If there’s something lost here, in the staticness of these supercars, it doesn’t appear to trouble Pedersen, who views the assets more as art pieces than as vehicles.

“A big part of the joy of it is the thrill of the chase. I don’t drive a lot of cars. Once you’ve got them, it’s like, what’s next? I enjoy the research, the hunting,” he says. “I’m moving more towards being an art dealer – that’s the philosophy I’m taking.”

Chrome Temple
The Mercedes McLaren SLR complete with iconic turbine rims.

And that’s where the Chrome Temple community comes in – to share the pleasure of the collection with other art lovers. “There are so many car collections out there – I thought I had a pretty good radar, but you have no idea,” says Pedersen. “You walk past a dusty roller-door, just round the corner from here, and there’s $15m to $20m worth of cars in there. A lot of them fly under the radar – discretion is really important.”

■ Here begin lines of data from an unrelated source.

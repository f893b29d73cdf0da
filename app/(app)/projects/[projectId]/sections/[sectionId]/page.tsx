import type { Metadata } from 'next';
import Link from 'next/link';
import { notFound } from 'next/navigation';
import { getDb } from '@/db/client';
import { listPlannedRoutes } from '@/db/planned';
import { getSection, listCurrentSections } from '@/db/sections';
import { listUploads } from '@/db/uploads';
import { isUuid } from '@/lib/api/with-route';
import { requireProjectPage } from '@/lib/auth/page-guards';
import { can } from '@/lib/auth/roles';
import { offsetProfile } from '@/lib/matching/offset-profile';
import { ACCURACY_CLASSES, ACCURACY_CLASS_LABELS } from '@/lib/records/accuracy-classes';
import { formatLength } from '@/lib/records/units';
import { sectionDetail } from '@/lib/services/reconcile';
import { OffsetPlot } from '@/components/charts/offset-plot';
import { SectionCorrections, WithdrawCorrection } from '@/components/forms/section-corrections';
import { SectionReview } from '@/components/forms/section-review';
import { GeoMap, type MapLayer } from '@/components/map/geo-map';
import { DataTable } from '@/components/ui/data-table';
import { Badge, Card, Notice, PageHeader } from '@/components/ui/primitives';
import { PLANNED_COLOUR, REVIEW_STYLE, STATUS_STYLE } from '@/components/ui/section-status';
import { R95_FACTOR } from '@/lib/records/accuracy-classes';
import { formatInZone } from '@/lib/records/zoned-time';
import { shownSystem } from '@/lib/records/units';
import { SectionChecks, SectionRecordsCard } from '@/components/records/section-records';

export const metadata: Metadata = { title: 'Section' };

/** Every k-th point, so a long walk's thousands of fixes stay a light plot. */
const thin = <T,>(xs: T[], max: number) => (xs.length <= max ? xs : xs.filter((_, i) => i % Math.ceil(xs.length / max) === 0));

const KIND_TEXT = { split: 'split', merge: 'merge', reassign: 'move to another route', mark_built: 'counted built on another source', promote: 'promoted to a planned route', not_built_reason: 'reason for not built' } as const;

export default async function SectionPage({ params }: { params: Promise<{ projectId: string; sectionId: string }> }) {
  const { projectId, sectionId } = await params;
  const { me, project } = await requireProjectPage(projectId, 'section.read');
  const db = getDb();
  const found = isUuid(sectionId) ? await getSection(db, sectionId) : undefined;
  if (!found || found.projectId !== project.id) notFound();
  const d = await sectionDetail(db, found.id);
  const s = d.section;
  const unit = project.unitSystem;
  const style = STATUS_STYLE[s.status];
  const current = s.retiredInRun === null;
  const successors = current ? [] : (await listCurrentSections(db, project.id)).filter((x) => x.derivedFrom === s.id || (x.plannedRouteRef === s.plannedRouteRef && s.plannedRouteRef !== null && x.fromChainageM < s.toChainageM && x.toChainageM > s.fromChainageM));
  const title = s.plannedRouteRef ? `${s.plannedRouteRef}, ${s.fromChainageM.toFixed(1)}–${s.toChainageM.toFixed(1)} m` : `Unplanned stretch, ${formatLength(s.lengthM, unit)}`;
  const layers: MapLayer[] = [
    ...(d.route ? [{ id: 'route', colour: PLANNED_COLOUR, dashed: true, width: 2, data: { type: 'FeatureCollection' as const, features: [{ type: 'Feature' as const, properties: { ref: d.route.ref }, geometry: d.route.geometry }] } }] : []),
    { id: 'section', colour: style.colour, width: 5, dashed: s.status === 'not_built', data: { type: 'FeatureCollection', features: [{ type: 'Feature', properties: { id: s.id }, geometry: s.geometry }] } },
  ];
  const names = new Map(d.sources.map((u) => [u.id, u.fileName]));
  const series = d.observations.map((o) => ({
    label: names.get(o.uploadId) ?? o.uploadId.slice(0, 8),
    points: thin(o.chainageM.map((c, i) => ({ chainageM: c, offsetM: o.offsetM[i], time: o.timeS[i] === null ? null : formatInZone(o.timeS[i]! * 1000, project.timeZone) })), 1500),
  }));
  const observed = d.observations.reduce((n, o) => n + o.chainageM.length, 0);
  const asBuilt = d.route && s.status !== 'not_built' ? offsetProfile(d.route.geometry.coordinates, s.geometry.coordinates) : [];
  // a figure nothing measured (not built; an unplanned line's offset from a plan) is a dash, never 0.00 m
  const fig = (x: number | null) => (x === null ? '—' : formatLength(x, unit));
  // when each source walked this stretch, on the project's clock: to pick a range to leave out
  const walked = new Map(d.observations.map((o) => {
    const ts = o.timeS.filter((t, i): t is number => t !== null && o.chainageM[i] >= s.fromChainageM && o.chainageM[i] <= s.toChainageM);
    return [o.uploadId, ts.length ? { first: Math.min(...ts), last: Math.max(...ts) } : null] as const;
  }));
  const counted = d.sources.filter((u) => u.wonHere);
  // offsets beyond the tolerance that the section test did not flag: the source's noise swamps them
  const noisy = s.status === 'as_planned' && s.maxOffsetM !== null && s.maxOffsetM > d.toleranceM && counted.length > 0;
  const facts: [string, React.ReactNode][] = [
    ['Street', d.route?.street ?? '—'],
    ['Planned duct bundle', d.route?.ducts ?? '—'],
    ['Kind', d.route ? (d.route.kind === 'crossing' ? 'road crossing' : 'street route') : 'not on the plan'],
    ['Chainage', s.plannedRouteRef ? `${formatLength(s.fromChainageM, unit)} to ${formatLength(s.toChainageM, unit)}` : '—'],
    s.status === 'not_built' ? ['Planned length', formatLength(s.lengthM, unit)] : ['Laid length (from the as-built line)', formatLength(s.lengthM, unit)],
    ['Max / 95th-percentile offset', s.maxOffsetM === null ? '—' : `${fig(s.maxOffsetM)} / ${fig(s.p95OffsetM)}`],
    ['Position accuracy (95 % radius)', fig(s.accuracyM)],
    ['Laid on', s.laidOn ?? '—'],
    ['Lateral tolerance of the project', formatLength(d.toleranceM, unit)],
    ['Runs', `first found in run ${s.firstRun}, last in run ${s.lastRun}${s.retiredInRun ? `, retired in run ${s.retiredInRun}` : ''}`],
    ...(s.derivedFrom ? [['Came from', <Link key="from" href={`/projects/${project.id}/sections/${s.derivedFrom}`}>an earlier section</Link>] as [string, React.ReactNode]] : []),
    ...(s.note ? [['Note', s.note] as [string, React.ReactNode]] : []),
  ];
  const engineer = can(me.role, 'section.correct');
  const uploads = engineer && s.status === 'not_built' ? (await listUploads(db, project.id)).filter((u) => u.status === 'stored') : [];
  const routes = engineer && s.plannedRouteRef ? (await listPlannedRoutes(db, project.id)).filter((r) => r.ref !== s.plannedRouteRef) : [];
  const neighbours = [d.neighbours.before && { ...d.neighbours.before, side: 'before' }, d.neighbours.after && { ...d.neighbours.after, side: 'after' }]
    .filter((n): n is NonNullable<typeof n> => !!n && n.status !== 'not_built')
    .map((n) => ({ id: n.id, label: `${n.side === 'before' ? 'the one before' : 'the one after'}: ${n.fromChainageM.toFixed(1)}–${n.toChainageM.toFixed(1)} m, ${STATUS_STYLE[n.status as keyof typeof STATUS_STYLE].label}` }));
  return (
    <>
      <p className="mb-2 text-sm"><Link href={`/projects/${project.id}/reconciliation`}>← Planned against built</Link></p>
      <PageHeader
        title={title}
        subtitle={
          <span className="flex flex-wrap items-center gap-2">
            <Badge swatch={style.colour}>{style.label}</Badge>
            <Badge tone={REVIEW_STYLE[s.review].tone}>review: {REVIEW_STYLE[s.review].label}</Badge>
            {s.reviewComment && <span>“{s.reviewComment}”</span>}
          </span>
        }
      />
      {!current && (
        <div className="mb-4">
          <Notice tone="warn">
            A later reconciliation (run {s.retiredInRun}) no longer finds this stretch as it was; the record keeps it.{' '}
            {successors.length > 0 && <>Now: {successors.map((x, i) => <span key={x.id}>{i > 0 && ', '}<Link href={`/projects/${project.id}/sections/${x.id}`}>{x.plannedRouteRef ?? 'unplanned'} {x.fromChainageM.toFixed(1)}–{x.toChainageM.toFixed(1)} m</Link></span>)}.</>}
          </Notice>
        </div>
      )}
      {noisy && (
        <div className="mb-4">
          <Notice tone="info">
            <span className="font-medium">Why this stretch is not flagged as deviating.</span> Offsets of up to {fig(s.maxOffsetM)} reach beyond the project&apos;s
            tolerance of ±{formatLength(d.toleranceM, unit)}, but {counted.map((u) => `${u.fileName} (typical error ${formatLength(u.sigmaM, unit)} each way, 95 % radius ${formatLength(u.sigmaM * R95_FACTOR, unit)})`).join(' and ')}{' '}
            {counted.length === 1 ? 'places each fix' : 'place each fix'} only that closely: an offset this size can be the source&apos;s own noise. A stretch is
            flagged only where its smoothed offset exceeds the tolerance by more than its own 95 % uncertainty (here the line is known to ±{fig(s.accuracyM)}), over
            several metres. To settle it, survey the stretch with RTK GNSS or a total station, or check it on site.
          </Notice>
        </div>
      )}
      <div className="grid gap-6 lg:grid-cols-5">
        <div className="lg:col-span-3">
          <GeoMap label="Map of the section and its planned route" layers={layers} height={360} />
        </div>
        <div className="lg:col-span-2">
        <Card title="The record">
          <dl className="grid grid-cols-2 gap-x-4 gap-y-3 text-sm">
            {facts.map(([k, v]) => (
              <div key={k}>
                <dt className="text-ink-soft">{k}</dt>
                <dd className="font-medium">{v}</dd>
              </div>
            ))}
          </dl>
        </Card>
        </div>
      </div>
      <div className="mt-6 space-y-6">
        {d.route && (
          <Card title="Offset from the plan">
            {observed === 0 ? (
              <p className="text-sm text-ink-soft">No observation of the latest run lies on this stretch{s.status === 'not_built' ? ': it is not built, or not yet surveyed.' : '.'}</p>
            ) : (
              <OffsetPlot
                series={series}
                asBuilt={asBuilt}
                toleranceM={d.toleranceM}
                fromM={Math.max(0, s.fromChainageM - 10)}
                toM={s.toChainageM + 10}
                section={[s.fromChainageM, s.toChainageM]}
                summary={`${observed} matched observations from ${d.observations.length} upload${d.observations.length === 1 ? '' : 's'} within 10 m of the section; as-built line in black.`}
              />
            )}
          </Card>
        )}
        <Card title="Source uploads">
          <DataTable
            label="Source uploads"
            empty="No upload observed this stretch."
            columns={[
              { key: 'file', label: 'File' },
              { key: 'accuracy', label: 'Accuracy class' },
              { key: 'sigma', label: 'Typical error each way', align: 'right' },
              { key: 'date', label: 'Survey date' },
              { key: 'crew', label: 'Crew' },
              { key: 'walked', label: `Fixes on this stretch (${project.timeZone})` },
              { key: 'role', label: 'Here' },
            ]}
            rows={d.sources.map((u) => ({
              id: u.id,
              cells: {
                file: { text: u.fileName, href: `/projects/${project.id}/uploads/${u.id}` },
                accuracy: ACCURACY_CLASS_LABELS[u.accuracyClass],
                sigma: { text: formatLength(u.sigmaM, unit), sort: u.sigmaM },
                date: u.surveyDate ?? '—',
                crew: u.crew || '—',
                walked: (() => {
                  const w = walked.get(u.id);
                  if (!w) return '—';
                  const text = `${formatInZone(w.first * 1000, project.timeZone)} – ${formatInZone(w.last * 1000, project.timeZone).slice(11)}`;
                  // an engineer can take the stretch's times straight to the upload's "left out of matching" form
                  return engineer ? { text, href: `/projects/${project.id}/uploads/${u.id}?from=${w.first}&to=${w.last}#left-out` } : text;
                })(),
                role: { text: u.wonHere ? 'counted' : 'seen nearby', tone: u.wonHere ? 'ok' : 'muted' },
              },
            }))}
          />
        </Card>
        {s.plannedRouteRef !== null && (
          <SectionRecordsCard
            records={d.records}
            projectId={project.id}
            system={shownSystem(me.unitSystem, project.unitSystem)}
            minCoverM={project.minCoverDepthM}
            timeZone={project.timeZone}
            fromM={s.fromChainageM}
            toM={s.toChainageM}
          />
        )}
        {current && <SectionChecks findings={d.openChecks} />}
        {can(me.role, 'section.review') && current && (
          <Card title="Review">
            {s.status === 'not_built' && (
              <p className="mb-3 text-sm text-ink-soft">Nothing was laid here to approve. Acknowledge the stretch as not built, with the reason, to settle it; or reject it if it must still be built.</p>
            )}
            <SectionReview sections={[{ id: s.id, label: title, review: s.review }]} notBuilt={s.status === 'not_built'} openChecks={d.openChecks.length} />
          </Card>
        )}
        <Card title="Corrections">
          {engineer && current && (
            <div className="mb-5">
              <SectionCorrections
                target={{
                  id: s.id, status: s.status, fromM: s.fromChainageM, toM: s.toChainageM, neighbours,
                  routes: routes.map((r) => ({ ref: r.ref, label: `${r.ref}${r.street ? ` (${r.street})` : ''}` })),
                  uploads: uploads.map((u) => ({ id: u.id, label: `${u.fileName}${u.surveyDate ? `, ${u.surveyDate}` : ''}` })),
                  accuracyClasses: ACCURACY_CLASSES.map((a) => ({ value: a, label: ACCURACY_CLASS_LABELS[a] })),
                }}
              />
            </div>
          )}
          {d.corrections.length === 0 ? (
            <p className="text-sm text-ink-soft">No corrections on this stretch.</p>
          ) : (
            <ul className="divide-y divide-ink/10 text-sm" aria-label="Corrections of this stretch">
              {d.corrections.map((c) => (
                <li key={c.id} className="flex flex-wrap items-center justify-between gap-3 py-2">
                  <span>
                    <span className="font-medium">{KIND_TEXT[c.kind]}</span>
                    {c.kind === 'split' || c.kind === 'merge' ? ` at ${c.fromChainageM?.toFixed(1)} m` : c.fromChainageM !== null && c.kind !== 'promote' ? `, ${c.fromChainageM.toFixed(1)}–${c.toChainageM?.toFixed(1)} m` : ''}
                    {c.targetRouteRef ? ` → ${c.targetRouteRef}` : ''}
                    {c.kind === 'promote' ? ` as ${c.plannedRouteRef}` : ''}: “{c.reason}” — {c.createdByName ?? 'someone'}, {formatInZone(c.createdAt, project.timeZone)}
                    {c.withdrawnAt && <> <Badge tone="muted">withdrawn</Badge></>}
                  </span>
                  {engineer && !c.withdrawnAt && c.kind !== 'promote' && <WithdrawCorrection id={c.id} />}
                </li>
              ))}
            </ul>
          )}
        </Card>
      </div>
    </>
  );
}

This is where Pedersen sees the real opportunity for the fund: in the discretion, the community, the off-market of impossible-to-access cars – those that command seven and eight figures – that rarely if ever hit the open market.

“We use the term ‘instant classic’,” he says. “Usually vehicles will go through a J curve: there’ll be some depreciation, and at some point – be it electrification, scarcity, celebrity – they re-appreciate for whatever reason. We have a full-time analyst looking onshore, offshore, where a vehicle is travelling on that curve, and what’s caused the re-appreciation; where do we want to buy and where do we want to sell. We put a fair bit of science into it.”

Chrome Temple
The Ferrari 512TR.

“But then there are cars like the Lamborghinis downstairs, where you see instant appreciation,” he continues. “And if you’re lucky enough to get that allocation – it’s all relationships – well, we’ve got some amazing cars that have near-on doubled in value out of the gates.”

Pedersen’s vision for the $100m fund brings it all together: fewer cars with higher values, sourced and stored anywhere in the world, and fuelled by an investor base of like-minded enthusiasts with dusty roller doors concealing outsized collections of their own, who are keen to tap Chrome Temple’s access, insights and community – not to mention its investability.

“I think there’s an opportunity for a global brand, a global community,” says Pedersen. “That’s my big hairy audacious goal.”